[[ Record set, beginning ]]
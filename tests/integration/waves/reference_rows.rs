//! Every row of `tests/fixtures/physics/wave_values.csv`; the sources stand in its `source` column.

use std::f64::consts::{PI, TAU};
use underwind::model::{BandScheme, NotRadiated, SpectrumAxes};
use underwind::science::waves::{
    BandSettings, Distribution, Opposing, RadiatedBands, Radiator, SpreadingLaw, Water, WindSeaSpectrum,
    bottom_gain_db, finite_depth_factor, wrapped_normal_per_rad,
};
use underwind::units::Hertz;

/// Without tension: the rows about gravity waves.
fn gravity_water(depth_m: Option<f64>) -> Water {
    Water { tension_n_m: 0.0, depth_m, ..Water::default() }
}

/// Fresh water at about 20 C (surface tension from memory).
fn clean_water() -> Water {
    Water { tension_n_m: 0.0728, density_kg_m3: 998.2, ..Water::default() }
}

fn cosine(s: f64) -> Distribution {
    Distribution::CosinePower { s }
}

fn two_lobe(half_separation_deg: f64, width_deg: f64) -> Distribution {
    Distribution::TwoLobe { half_separation_rad: half_separation_deg.to_radians(), width_rad: width_deg.to_radians() }
}

/// A sea of 10 m/s, its radiated density at a sound frequency with this overlap, Pa^2/Hz.
fn radiated_pa2_hz(sound_hz: f64, overlap: f64) -> f64 {
    let water = gravity_water(None);
    let e = WindSeaSpectrum::fully_developed(10.0, &water).density_m2_hz(0.5 * sound_hz);
    Radiator { water, bottom_gain_db: 0.0 }.density_pa2_hz(sound_hz, e * e * overlap)
}

fn level_db(density_pa2_hz: f64) -> f64 {
    10.0 * density_pa2_hz.log10() + 120.0
}

/// A numerical integral over frequency from 0.2 to 30 peak frequencies.
fn variance(sea: &WindSeaSpectrum) -> f64 {
    let steps = 200_000;
    let (low, high) = ((0.2 * sea.peak_hz).ln(), (30.0 * sea.peak_hz).ln());
    let step = (high - low) / f64::from(steps);
    (0..steps)
        .map(|i| {
            let f = (low + (f64::from(i) + 0.5) * step).exp();
            sea.density_m2_hz(f) * f * step
        })
        .sum()
}

fn even_axes(count: usize) -> SpectrumAxes {
    SpectrumAxes::new(vec![0.1, 0.2], None, (0..count).map(|i| i as f64 * TAU / count as f64).collect()).unwrap()
}

fn dispersion(quantity: &str) -> Option<f64> {
    let at = |depth| gravity_water(depth);
    let example = Water { gravity_m_s2: 9.81, ..gravity_water(None) };
    Some(match quantity {
        "wavenumber deep" => at(None).wavenumber_rad_m(0.5),
        "wavelength deep" => TAU / at(None).wavenumber_rad_m(0.5),
        "phase speed deep" => at(None).phase_speed_m_s(0.5),
        "group speed deep" => at(None).group_speed_m_s(0.5),
        "wavenumber depth 10 m" => at(Some(10.0)).wavenumber_rad_m(0.1),
        "wavenumber depth 50 m" => at(Some(50.0)).wavenumber_rad_m(0.1),
        "wavenumber depth 1 m" => at(Some(1.0)).wavenumber_rad_m(0.5),
        "group speed depth 10 m" => at(Some(10.0)).group_speed_m_s(0.1),
        "phase speed minimum sea" => Water::default().slowest_wave().0,
        "wavelength at phase speed minimum sea" => Water::default().slowest_wave().1,
        "frequency at phase speed minimum sea" => Water::default().slowest_wave().2,
        "gravity-capillary transition frequency" => clean_water().slowest_wave().2,
        "gravity-capillary transition wavelength" => clean_water().slowest_wave().1,
        "double frequency of transition" => 2.0 * clean_water().slowest_wave().2,
        "wavenumber DNV example Tz=10 s" => example.wavenumber_rad_m(0.628_32 / TAU),
        _ => return None,
    })
}

fn wind_sea(quantity: &str) -> Option<f64> {
    let water = gravity_water(None);
    let g = water.gravity_m_s2;
    let sea = WindSeaSpectrum::fully_developed(10.0, &water);
    let wind = 10.0 * underwind::science::waves::WIND_19_5_OVER_10_M;
    let example = WindSeaSpectrum::of_height_and_period(12.0, 10.0, &Water { gravity_m_s2: 9.81, ..water });
    let peaked = WindSeaSpectrum { gamma: 3.3, ..sea };
    Some(match quantity {
        "PM peak frequency coefficient" => sea.peak_hz * TAU * wind / g,
        "PM Hs coefficient" => 4.0 * sea.m0_without_enhancement_m2().sqrt() * g / (wind * wind),
        "PM fp for Tz" => example.peak_hz,
        "PM spectral density" => example.density_m2_hz(0.079_577),
        "PM Phillips alpha" => example.alpha,
        "PM E(f) tail" => sea.density_m2_hz(1.0),
        "U19.5/U10 ratio log law" => underwind::science::waves::WIND_19_5_OVER_10_M,
        "Phillips saturation B(k) = alpha/2" => {
            // A pure f^-5 tail: the enhancement term is 1 far above the peak.
            let tail = WindSeaSpectrum { peak_hz: 1e-6, ..sea };
            water.saturation_of_wavenumber(1.0, tail.density_m2_hz(1.0))
        }
        "JONSWAP m0 ratio to PM" => variance(&peaked) / sea.m0_without_enhancement_m2(),
        "JONSWAP Goda normaliser beta_J" => {
            // E = beta Hs^2 fp^4 f^-5 exp(...) gamma^...: beta = alpha g^2 (2 pi)^-4 / (16 m0 fp^4).
            sea.alpha * g * g * TAU.powi(-4) / (16.0 * variance(&peaked) * sea.peak_hz.powi(4))
        }
        _ => return None,
    })
}

fn distribution(quantity: &str) -> Option<f64> {
    let spread_deg = |law: Distribution| law.spread_rad().to_degrees();
    let beta = |law: Distribution| if let Distribution::SechSquared { beta } = law { beta } else { f64::NAN };
    let half_separation_deg = |x: f64| match SpreadingLaw::Ewans1998.at(x, 1.0) {
        Distribution::TwoLobe { half_separation_rad, .. } => half_separation_rad.to_degrees(),
        _ => f64::NAN,
    };
    Some(match quantity {
        "cos2s normaliser s=1" => cosine(1.0).per_rad(0.0),
        "cos2s normaliser s=2" => cosine(2.0).per_rad(0.0),
        "cos2s normaliser s=10" => cosine(10.0).per_rad(0.0),
        "cos2s Kuik spread s=1" => spread_deg(cosine(1.0)),
        "cos2s Kuik spread s=2" => spread_deg(cosine(2.0)),
        "cos2s Kuik spread s=10" => spread_deg(cosine(10.0)),
        "Kuik spread isotropic" => spread_deg(Distribution::Isotropic),
        "cos2s r2 s=2" => cosine(2.0).harmonics().1,
        "wrapped normal Kuik spread" => spread_deg(Distribution::WrappedNormal { width_rad: 30f64.to_radians() }),
        "two-lobe a1" => two_lobe(70.0, 25.0).harmonics().0,
        "two-lobe a2" => two_lobe(70.0, 25.0).harmonics().1,
        // The two branches meet at 0.95 fp.
        "Donelan beta below peak" => beta(SpreadingLaw::DonelanBanner.at(0.95 - 1e-9, 1.0)),
        "Donelan beta above peak" => beta(SpreadingLaw::DonelanBanner.at(0.95 + 1e-9, 1.0)),
        "Banner beta" => beta(SpreadingLaw::DonelanBanner.at(3.0, 1.0)),
        "Ewans lobe separation (full)" => 2.0 * half_separation_deg(35f64.sqrt()),
        "Ewans lobe half-separation at 4 fp" => half_separation_deg(4.0),
        "sech2 normaliser" => Distribution::SechSquared { beta: 1.5 }.per_rad(0.0),
        _ => return None,
    })
}

fn overlap(quantity: &str) -> Option<f64> {
    let axes = even_axes(72);
    let row: Vec<f64> = axes.direction_to_rad.iter().map(|to| two_lobe(70.0, 25.0).per_rad(to - 0.7)).collect();
    Some(match quantity {
        "overlap I_2pi isotropic" => Distribution::Isotropic.overlap_2pi_per_rad(),
        "overlap I_pi isotropic" => 0.5 * Distribution::Isotropic.overlap_2pi_per_rad(),
        "overlap I_2pi cos2s s=1" => cosine(1.0).overlap_2pi_per_rad(),
        "overlap I_2pi cos2s s=2" => cosine(2.0).overlap_2pi_per_rad(),
        "overlap I_2pi cos2s s=4" => cosine(4.0).overlap_2pi_per_rad(),
        "overlap I_2pi cos2s s=10" => cosine(10.0).overlap_2pi_per_rad(),
        "overlap I_2pi two-lobe delta=0 sigma=30" => two_lobe(0.0, 30.0).overlap_2pi_per_rad(),
        "overlap I_2pi two-lobe delta=60 sigma=25" => two_lobe(60.0, 25.0).overlap_2pi_per_rad(),
        "overlap I_2pi two-lobe delta=70 sigma=25" => two_lobe(70.0, 25.0).overlap_2pi_per_rad(),
        "overlap I_2pi two-lobe delta=90 sigma=20" => two_lobe(90.0, 20.0).overlap_2pi_per_rad(),
        "overlap Fourier identity" => Opposing::new(&axes).by_fourier(&row, &row),
        "overlap sech2" => Distribution::SechSquared { beta: 1.2 }.overlap_2pi_per_rad(),
        "overlap two opposite bins maximum" => {
            let axes = even_axes(36);
            let mut row = vec![0.0; 36];
            (row[0], row[18]) = (0.5 * 36.0 / TAU, 0.5 * 36.0 / TAU);
            Opposing::new(&axes).own(&row)
        }
        "degree-density error in overlap" => {
            let row_per_deg: Vec<f64> = row.iter().map(|d| d.to_radians()).collect();
            let per_deg = 2.0 * 5.0 * (0..36).map(|i| row_per_deg[i] * row_per_deg[i + 36]).sum::<f64>();
            10.0 * (Opposing::new(&axes).own(&row) / per_deg).log10()
        }
        _ => return None,
    })
}

fn radiation(quantity: &str) -> Option<f64> {
    let water = gravity_water(None);
    let isotropic = 1.0 / TAU;
    let sea = WindSeaSpectrum::fully_developed(10.0, &water);
    Some(match quantity {
        "surface pressure spectrum F0 iso" => {
            let e = sea.density_m2_hz(1.0);
            Radiator { water, bottom_gain_db: 0.0 }.surface_pressure(1.0, e * e * isotropic)
        }
        "radiated PSD iso" => radiated_pa2_hz(2.0, isotropic),
        "radiated level iso" => level_db(radiated_pa2_hz(2.0, isotropic)),
        "radiated level cos2s s=2" => level_db(radiated_pa2_hz(2.0, cosine(2.0).overlap_2pi_per_rad())),
        "radiated level iso fs=1" => level_db(radiated_pa2_hz(1.0, isotropic)),
        "angular-frequency form" => {
            // P(Omega) = pi rho^2 g^2 Omega^3 Phi^2 I_pi / c^2 with Phi = E / 2 pi; per hertz 2 pi times as much.
            let phi = sea.density_m2_hz(1.0) / TAU;
            let omega: f64 = TAU * 2.0;
            let form = PI * (1025.0 * water.gravity_m_s2).powi(2) * omega.powi(3) * phi * phi * 0.5 * isotropic
                / 1500f64.powi(2);
            let ours = radiated_pa2_hz(2.0, isotropic);
            assert!((TAU * form / ours - 1.0).abs() < 1e-12);
            TAU * form
        }
        "spectral slope of radiated PSD, f^-5 sea" => {
            let radiator = Radiator { water, bottom_gain_db: 0.0 };
            let at = |sound_hz: f64| radiator.density_level_db(sound_hz, (0.5 * sound_hz).powi(-10));
            at(10.0) - at(1.0)
        }
        "capillary correction to F0" => {
            let (with, without) = (Radiator::default(), Radiator { water, bottom_gain_db: 0.0 });
            with.surface_pressure(5.0, 1.0) / without.surface_pressure(5.0, 1.0)
        }
        "bottom gain" => bottom_gain_db(0.5),
        "finite depth factor kD=1" => finite_depth_factor(1.0),
        "finite depth factor deep limit" => finite_depth_factor(30.0),
        "linear interpolation bias of E^2, f^-5, ratio 1.1" => linear_bias_db(),
        _ => return None,
    })
}

/// A narrow band midway between two frequencies of ratio 1.1: E interpolated linearly against what the bands do.
fn linear_bias_db() -> f64 {
    let directions = (0..36).map(|i| f64::from(i) * TAU / 36.0).collect();
    let frequency_hz: Vec<f64> = (0..4).map(|k| 0.5 * 1.1_f64.powi(k)).collect();
    let axes = SpectrumAxes::new(frequency_hz.clone(), None, directions).unwrap();
    let (low, high) = (frequency_hz[1], frequency_hz[2]);
    let middle = (low * high).sqrt();
    let e = |f: f64| f.powi(-5);
    let share = (middle - low) / (high - low);
    let linear = (1.0 - share) * e(low) + share * e(high);
    let band = underwind::model::Band::from_edges(2.0 * middle * 0.999_999, 2.0 * middle * 1.000_001).unwrap();
    let radiator = Radiator { water: gravity_water(None), bottom_gain_db: 0.0 };
    let source: Vec<f64> = frequency_hz.iter().map(|f| e(*f).powi(2)).collect();
    let mut out = [Err(NotRadiated::NoSpectrum)];
    RadiatedBands::new(&axes, &radiator, &[band], BandSettings::default()).levels(&source, None, &mut out);
    let ours = out[0].unwrap().band_level_db - band.width_db();
    radiator.density_level_db(2.0 * middle, linear * linear) - ours
}

#[test]
fn every_row_comes_out() {
    let path = concat!(env!("CARGO_MANIFEST_DIR"), "/tests/fixtures/physics/wave_values.csv");
    let mut reader = csv::Reader::from_path(path).unwrap();
    let mut checked = 0;
    for row in reader.records() {
        let row = row.unwrap();
        let (quantity, source) = (&row[0], &row[5]);
        let (expected, tolerance): (f64, f64) = (row[2].parse().unwrap(), row[4].parse().unwrap());
        let found = [dispersion, wind_sea, distribution, overlap, radiation].into_iter().find_map(|of| of(quantity));
        let found = found.unwrap_or_else(|| panic!("no check for `{quantity}`"));
        // The file prints ten digits.
        let tolerance = tolerance.max(1e-9 * expected.abs());
        assert!((found - expected).abs() <= tolerance, "{quantity}: {found}, expected {expected} ({source})");
        checked += 1;
    }
    assert_eq!(checked, 68, "rows of the fixture");
}

// Physics reference: expected overlap against x = f / fp of the published laws, dB re isotropic (its table, to its digits).
#[test]
fn the_laws_agree_with_the_table_of_expected_overlaps() {
    for (law, x, expected_db, tolerance_db) in [
        (SpreadingLaw::Mitsuyasu1975, 1.0, -61.0, 0.6),
        (SpreadingLaw::Mitsuyasu1975, 2.0, -7.9, 0.06),
        (SpreadingLaw::Mitsuyasu1975, 4.0, -0.6, 0.06),
        (SpreadingLaw::Mitsuyasu1975, 8.0, -0.03, 0.006),
        (SpreadingLaw::DonelanBanner, 2.0, -6.7, 0.06),
        (SpreadingLaw::DonelanBanner, 4.0, -1.9, 0.06),
        (SpreadingLaw::DonelanBanner, 8.0, -1.0, 0.06),
        (SpreadingLaw::Ewans1998, 1.0, -101.0, 0.6),
        (SpreadingLaw::Ewans1998, 2.0, -17.3, 0.06),
        (SpreadingLaw::Ewans1998, 3.0, -6.6, 0.06),
        (SpreadingLaw::Ewans1998, 4.0, -2.3, 0.06),
        (SpreadingLaw::Ewans1998, 6.0, 0.9, 0.06),
        (SpreadingLaw::Ewans1998, 8.0, 1.8, 0.06),
    ] {
        let found = law.at(x, 1.0).overlap_db();
        assert!((found - expected_db).abs() < tolerance_db, "{law:?} at {x}: {found}");
    }
}

#[test]
fn every_distribution_integrates_to_one_and_its_overlap_is_the_integral() {
    let laws = [
        Distribution::Isotropic,
        cosine(0.7),
        cosine(6.0),
        Distribution::SechSquared { beta: 0.7 },
        Distribution::WrappedNormal { width_rad: 0.5 },
        two_lobe(75.0, 20.0),
    ];
    let (count, step) = (20_000, TAU / 20_000.0);
    for law in laws {
        let angle = |i: i32| (f64::from(i) + 0.5) * step - PI;
        let total: f64 = (0..count).map(|i| law.per_rad(angle(i)) * step).sum();
        assert!((total - 1.0).abs() < 1e-7, "{law:?}: {total}");
        let overlap: f64 = (0..count).map(|i| law.per_rad(angle(i)) * law.per_rad(angle(i) + PI) * step).sum();
        assert!((law.overlap_2pi_per_rad() / overlap - 1.0).abs() < 1e-5, "{law:?}");
    }
    // A wrapped normal has no seam.
    assert!((wrapped_normal_per_rad(PI, 0.8) - wrapped_normal_per_rad(-PI, 0.8)).abs() < 1e-15);
}

#[test]
fn decidecades_of_sound_are_decidecades_of_waves() {
    // The band's own edges halved: what the source is integrated over.
    let band = BandScheme::Decidecade.band(Hertz::new(2.0).unwrap()).unwrap();
    let half = BandScheme::Decidecade.band(Hertz::new(1.0).unwrap()).unwrap();
    assert!((band.high_hz / band.low_hz - half.high_hz / half.low_hz).abs() < 1e-12);
}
[[ Record set, end ]]
Problem description: Check each line of the records for the string "gamma" and copy those that have it.

Finished task:
    let peaked = WindSeaSpectrum { gamma: 3.3, ..sea };
            // E = beta Hs^2 fp^4 f^-5 exp(...) gamma^...: beta = alpha g^2 (2 pi)^-4 / (16 m0 fp^4).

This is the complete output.